BEGIN MATERIAL PROVIDED
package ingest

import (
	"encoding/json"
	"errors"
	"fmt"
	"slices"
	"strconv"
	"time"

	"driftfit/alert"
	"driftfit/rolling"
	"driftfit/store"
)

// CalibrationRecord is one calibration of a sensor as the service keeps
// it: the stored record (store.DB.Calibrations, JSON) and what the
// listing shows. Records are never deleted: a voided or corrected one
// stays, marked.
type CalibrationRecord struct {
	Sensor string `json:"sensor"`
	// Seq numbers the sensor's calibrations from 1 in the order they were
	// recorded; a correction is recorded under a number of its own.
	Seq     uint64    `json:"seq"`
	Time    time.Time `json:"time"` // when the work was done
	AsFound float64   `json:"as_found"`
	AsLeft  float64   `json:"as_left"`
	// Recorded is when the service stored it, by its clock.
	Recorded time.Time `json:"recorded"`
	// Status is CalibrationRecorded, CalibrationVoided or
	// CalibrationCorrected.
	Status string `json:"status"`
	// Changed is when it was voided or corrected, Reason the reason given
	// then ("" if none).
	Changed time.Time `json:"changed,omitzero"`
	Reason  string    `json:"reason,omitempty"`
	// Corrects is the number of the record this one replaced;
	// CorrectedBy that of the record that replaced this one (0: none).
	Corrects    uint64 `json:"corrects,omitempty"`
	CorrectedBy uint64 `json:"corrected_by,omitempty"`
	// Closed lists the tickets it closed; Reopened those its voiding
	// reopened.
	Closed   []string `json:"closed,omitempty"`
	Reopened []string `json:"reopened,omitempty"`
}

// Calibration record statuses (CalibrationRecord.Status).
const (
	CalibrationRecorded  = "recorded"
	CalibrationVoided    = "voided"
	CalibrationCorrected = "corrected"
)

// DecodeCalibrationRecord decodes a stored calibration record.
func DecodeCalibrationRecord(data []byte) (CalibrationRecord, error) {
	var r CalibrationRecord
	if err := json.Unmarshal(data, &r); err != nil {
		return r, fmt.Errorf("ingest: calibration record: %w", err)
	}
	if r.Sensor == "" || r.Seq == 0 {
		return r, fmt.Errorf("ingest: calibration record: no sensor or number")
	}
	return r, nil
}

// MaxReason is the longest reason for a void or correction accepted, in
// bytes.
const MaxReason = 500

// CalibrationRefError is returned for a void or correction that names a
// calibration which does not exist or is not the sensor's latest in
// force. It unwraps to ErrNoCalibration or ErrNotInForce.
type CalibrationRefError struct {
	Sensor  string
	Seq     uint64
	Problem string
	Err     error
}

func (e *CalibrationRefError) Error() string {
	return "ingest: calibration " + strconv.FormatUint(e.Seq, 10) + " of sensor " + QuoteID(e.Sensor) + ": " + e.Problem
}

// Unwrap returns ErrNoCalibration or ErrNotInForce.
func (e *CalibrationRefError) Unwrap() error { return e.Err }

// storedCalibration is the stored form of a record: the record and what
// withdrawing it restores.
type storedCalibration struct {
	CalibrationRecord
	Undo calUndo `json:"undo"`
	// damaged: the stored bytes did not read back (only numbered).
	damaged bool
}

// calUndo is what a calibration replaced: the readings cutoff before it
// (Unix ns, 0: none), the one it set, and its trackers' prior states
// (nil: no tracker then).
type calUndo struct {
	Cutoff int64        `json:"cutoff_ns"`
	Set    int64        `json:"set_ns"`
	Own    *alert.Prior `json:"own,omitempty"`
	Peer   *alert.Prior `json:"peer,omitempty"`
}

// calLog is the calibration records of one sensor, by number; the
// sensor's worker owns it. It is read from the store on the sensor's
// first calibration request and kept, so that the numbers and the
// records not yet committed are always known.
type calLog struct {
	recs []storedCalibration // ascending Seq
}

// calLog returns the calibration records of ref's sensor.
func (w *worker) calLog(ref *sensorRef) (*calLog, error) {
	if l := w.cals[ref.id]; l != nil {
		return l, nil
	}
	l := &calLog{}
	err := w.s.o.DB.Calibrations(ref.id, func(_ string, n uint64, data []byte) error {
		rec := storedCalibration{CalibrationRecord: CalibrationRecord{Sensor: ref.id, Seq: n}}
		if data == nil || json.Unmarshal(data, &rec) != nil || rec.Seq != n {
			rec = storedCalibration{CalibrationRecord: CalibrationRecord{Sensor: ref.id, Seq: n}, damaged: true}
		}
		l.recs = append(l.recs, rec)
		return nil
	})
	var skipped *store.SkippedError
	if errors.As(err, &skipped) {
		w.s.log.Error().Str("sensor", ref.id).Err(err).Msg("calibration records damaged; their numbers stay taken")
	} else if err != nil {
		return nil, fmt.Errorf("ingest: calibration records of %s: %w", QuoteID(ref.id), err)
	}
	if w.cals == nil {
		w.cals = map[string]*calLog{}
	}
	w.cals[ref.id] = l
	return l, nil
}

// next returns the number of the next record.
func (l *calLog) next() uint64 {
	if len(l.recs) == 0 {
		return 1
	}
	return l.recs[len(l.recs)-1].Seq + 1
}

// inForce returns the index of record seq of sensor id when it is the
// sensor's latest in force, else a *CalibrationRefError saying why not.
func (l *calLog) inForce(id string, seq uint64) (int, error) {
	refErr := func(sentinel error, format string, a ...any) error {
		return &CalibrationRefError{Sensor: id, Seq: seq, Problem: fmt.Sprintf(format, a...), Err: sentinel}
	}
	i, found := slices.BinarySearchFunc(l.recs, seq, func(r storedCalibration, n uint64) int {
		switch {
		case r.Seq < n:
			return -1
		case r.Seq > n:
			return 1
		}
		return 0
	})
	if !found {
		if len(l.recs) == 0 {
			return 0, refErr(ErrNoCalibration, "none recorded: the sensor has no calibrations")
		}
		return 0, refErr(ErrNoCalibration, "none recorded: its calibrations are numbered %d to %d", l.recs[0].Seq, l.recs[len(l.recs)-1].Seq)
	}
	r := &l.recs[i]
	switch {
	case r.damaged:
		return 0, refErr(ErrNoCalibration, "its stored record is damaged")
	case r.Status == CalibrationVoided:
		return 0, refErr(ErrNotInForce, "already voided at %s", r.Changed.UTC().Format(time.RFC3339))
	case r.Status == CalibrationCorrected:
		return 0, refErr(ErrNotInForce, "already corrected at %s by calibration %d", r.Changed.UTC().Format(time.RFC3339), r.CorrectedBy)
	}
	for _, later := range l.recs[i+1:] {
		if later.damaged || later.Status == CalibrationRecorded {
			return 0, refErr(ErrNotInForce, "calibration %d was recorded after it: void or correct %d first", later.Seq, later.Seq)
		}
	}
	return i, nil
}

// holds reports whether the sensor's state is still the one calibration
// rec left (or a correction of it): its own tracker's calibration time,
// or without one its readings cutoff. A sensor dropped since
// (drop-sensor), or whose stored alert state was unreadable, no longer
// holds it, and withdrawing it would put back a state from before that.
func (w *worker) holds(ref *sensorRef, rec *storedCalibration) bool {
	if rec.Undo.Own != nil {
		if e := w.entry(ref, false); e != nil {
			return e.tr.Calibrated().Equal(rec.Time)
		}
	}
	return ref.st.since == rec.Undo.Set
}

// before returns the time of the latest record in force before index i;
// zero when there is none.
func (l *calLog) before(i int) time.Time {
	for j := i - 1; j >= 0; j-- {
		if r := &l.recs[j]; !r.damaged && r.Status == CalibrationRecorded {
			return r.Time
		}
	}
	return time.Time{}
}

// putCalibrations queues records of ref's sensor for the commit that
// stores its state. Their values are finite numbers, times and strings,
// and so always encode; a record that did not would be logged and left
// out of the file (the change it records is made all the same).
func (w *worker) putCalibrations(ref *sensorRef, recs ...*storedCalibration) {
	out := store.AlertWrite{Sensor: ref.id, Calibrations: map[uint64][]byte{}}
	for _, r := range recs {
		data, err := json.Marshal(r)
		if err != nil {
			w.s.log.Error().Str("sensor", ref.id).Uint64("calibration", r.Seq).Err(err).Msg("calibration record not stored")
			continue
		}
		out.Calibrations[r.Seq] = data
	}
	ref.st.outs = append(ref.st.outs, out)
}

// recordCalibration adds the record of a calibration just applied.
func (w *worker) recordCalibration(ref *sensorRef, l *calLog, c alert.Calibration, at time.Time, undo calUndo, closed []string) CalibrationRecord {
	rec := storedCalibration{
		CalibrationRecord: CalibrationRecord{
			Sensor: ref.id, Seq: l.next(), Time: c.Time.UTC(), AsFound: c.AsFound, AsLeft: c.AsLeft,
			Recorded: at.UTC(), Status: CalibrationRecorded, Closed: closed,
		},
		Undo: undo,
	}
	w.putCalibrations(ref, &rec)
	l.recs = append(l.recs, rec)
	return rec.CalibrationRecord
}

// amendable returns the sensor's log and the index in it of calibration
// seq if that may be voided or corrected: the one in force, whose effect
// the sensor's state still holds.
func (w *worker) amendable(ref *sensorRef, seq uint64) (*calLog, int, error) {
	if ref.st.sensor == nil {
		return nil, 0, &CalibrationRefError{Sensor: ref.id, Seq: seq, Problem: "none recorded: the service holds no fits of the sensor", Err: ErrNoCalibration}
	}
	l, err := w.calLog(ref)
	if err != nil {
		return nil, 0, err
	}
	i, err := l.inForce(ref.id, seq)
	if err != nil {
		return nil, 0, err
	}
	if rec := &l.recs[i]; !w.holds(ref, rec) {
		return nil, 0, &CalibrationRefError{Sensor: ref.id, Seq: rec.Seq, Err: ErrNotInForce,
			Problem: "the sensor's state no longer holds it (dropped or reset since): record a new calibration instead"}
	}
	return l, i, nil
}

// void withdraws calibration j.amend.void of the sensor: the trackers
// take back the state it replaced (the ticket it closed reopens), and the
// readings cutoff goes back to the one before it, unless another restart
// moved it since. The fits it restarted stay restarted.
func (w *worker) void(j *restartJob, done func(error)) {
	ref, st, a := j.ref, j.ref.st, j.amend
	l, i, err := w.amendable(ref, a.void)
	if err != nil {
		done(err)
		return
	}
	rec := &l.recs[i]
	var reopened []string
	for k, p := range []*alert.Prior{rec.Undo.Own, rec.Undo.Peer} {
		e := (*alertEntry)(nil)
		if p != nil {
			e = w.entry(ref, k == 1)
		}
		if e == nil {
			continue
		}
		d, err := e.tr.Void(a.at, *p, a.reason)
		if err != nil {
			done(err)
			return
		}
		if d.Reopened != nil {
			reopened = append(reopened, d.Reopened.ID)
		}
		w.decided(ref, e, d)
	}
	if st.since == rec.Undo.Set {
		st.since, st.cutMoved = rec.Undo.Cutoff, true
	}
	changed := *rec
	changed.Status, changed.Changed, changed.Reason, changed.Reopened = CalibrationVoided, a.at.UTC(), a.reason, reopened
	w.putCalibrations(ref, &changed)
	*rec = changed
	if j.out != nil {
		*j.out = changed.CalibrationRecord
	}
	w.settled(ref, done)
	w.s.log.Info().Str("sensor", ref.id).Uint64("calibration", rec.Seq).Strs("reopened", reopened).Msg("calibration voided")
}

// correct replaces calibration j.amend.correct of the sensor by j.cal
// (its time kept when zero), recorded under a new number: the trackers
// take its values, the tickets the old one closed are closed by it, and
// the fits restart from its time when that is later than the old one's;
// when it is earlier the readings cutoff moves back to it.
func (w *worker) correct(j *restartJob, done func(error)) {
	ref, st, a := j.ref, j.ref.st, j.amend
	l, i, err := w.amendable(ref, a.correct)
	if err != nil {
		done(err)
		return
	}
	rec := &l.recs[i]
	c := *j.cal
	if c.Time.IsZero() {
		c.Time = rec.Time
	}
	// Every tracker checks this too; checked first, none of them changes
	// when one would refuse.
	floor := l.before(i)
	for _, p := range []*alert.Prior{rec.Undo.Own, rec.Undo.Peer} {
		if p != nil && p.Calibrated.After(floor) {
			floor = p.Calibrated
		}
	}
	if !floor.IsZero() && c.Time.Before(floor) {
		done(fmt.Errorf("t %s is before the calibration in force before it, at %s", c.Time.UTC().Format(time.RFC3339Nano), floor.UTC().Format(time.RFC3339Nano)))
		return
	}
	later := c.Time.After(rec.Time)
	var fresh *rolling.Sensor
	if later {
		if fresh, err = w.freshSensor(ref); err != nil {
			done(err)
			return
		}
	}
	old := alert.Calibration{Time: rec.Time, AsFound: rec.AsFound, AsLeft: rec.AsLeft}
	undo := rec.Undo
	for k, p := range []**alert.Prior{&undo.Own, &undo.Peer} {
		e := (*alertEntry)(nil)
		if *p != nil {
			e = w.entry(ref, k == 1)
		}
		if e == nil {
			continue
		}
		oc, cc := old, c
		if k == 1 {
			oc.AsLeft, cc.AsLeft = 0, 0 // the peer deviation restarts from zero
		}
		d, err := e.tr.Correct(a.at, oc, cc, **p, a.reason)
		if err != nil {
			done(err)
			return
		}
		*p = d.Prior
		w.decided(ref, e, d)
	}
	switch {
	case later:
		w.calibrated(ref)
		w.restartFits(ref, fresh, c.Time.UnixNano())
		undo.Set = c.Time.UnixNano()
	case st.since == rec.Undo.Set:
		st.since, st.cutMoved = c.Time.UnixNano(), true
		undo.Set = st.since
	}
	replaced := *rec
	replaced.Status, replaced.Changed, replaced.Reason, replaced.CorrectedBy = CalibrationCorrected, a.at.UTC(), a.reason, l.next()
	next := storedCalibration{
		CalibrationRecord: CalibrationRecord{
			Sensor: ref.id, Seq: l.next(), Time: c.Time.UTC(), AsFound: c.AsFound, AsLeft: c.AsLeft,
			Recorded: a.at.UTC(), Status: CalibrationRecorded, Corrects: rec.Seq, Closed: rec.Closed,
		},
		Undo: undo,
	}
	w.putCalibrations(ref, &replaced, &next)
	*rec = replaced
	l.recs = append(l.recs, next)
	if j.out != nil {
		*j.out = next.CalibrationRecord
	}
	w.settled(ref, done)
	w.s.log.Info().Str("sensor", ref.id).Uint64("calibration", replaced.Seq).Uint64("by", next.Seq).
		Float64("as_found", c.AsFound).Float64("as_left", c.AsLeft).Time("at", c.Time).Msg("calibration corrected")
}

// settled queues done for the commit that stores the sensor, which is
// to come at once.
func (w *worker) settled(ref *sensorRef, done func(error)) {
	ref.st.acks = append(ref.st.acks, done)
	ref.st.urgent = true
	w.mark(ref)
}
END MATERIAL PROVIDED
-- EXERCISE DESCRIPTION --
Which lines above run from the one containing "reopened = append(reopened, d.Reopened.ID)" down to the one containing "changed := *rec"? Repeat exactly those, both ends included, and nothing else.

-- PROBLEM SOLUTION --
			reopened = append(reopened, d.Reopened.ID)
		}
		w.decided(ref, e, d)
	}
	if st.since == rec.Undo.Set {
		st.since, st.cutMoved = rec.Undo.Cutoff, true
	}
	changed := *rec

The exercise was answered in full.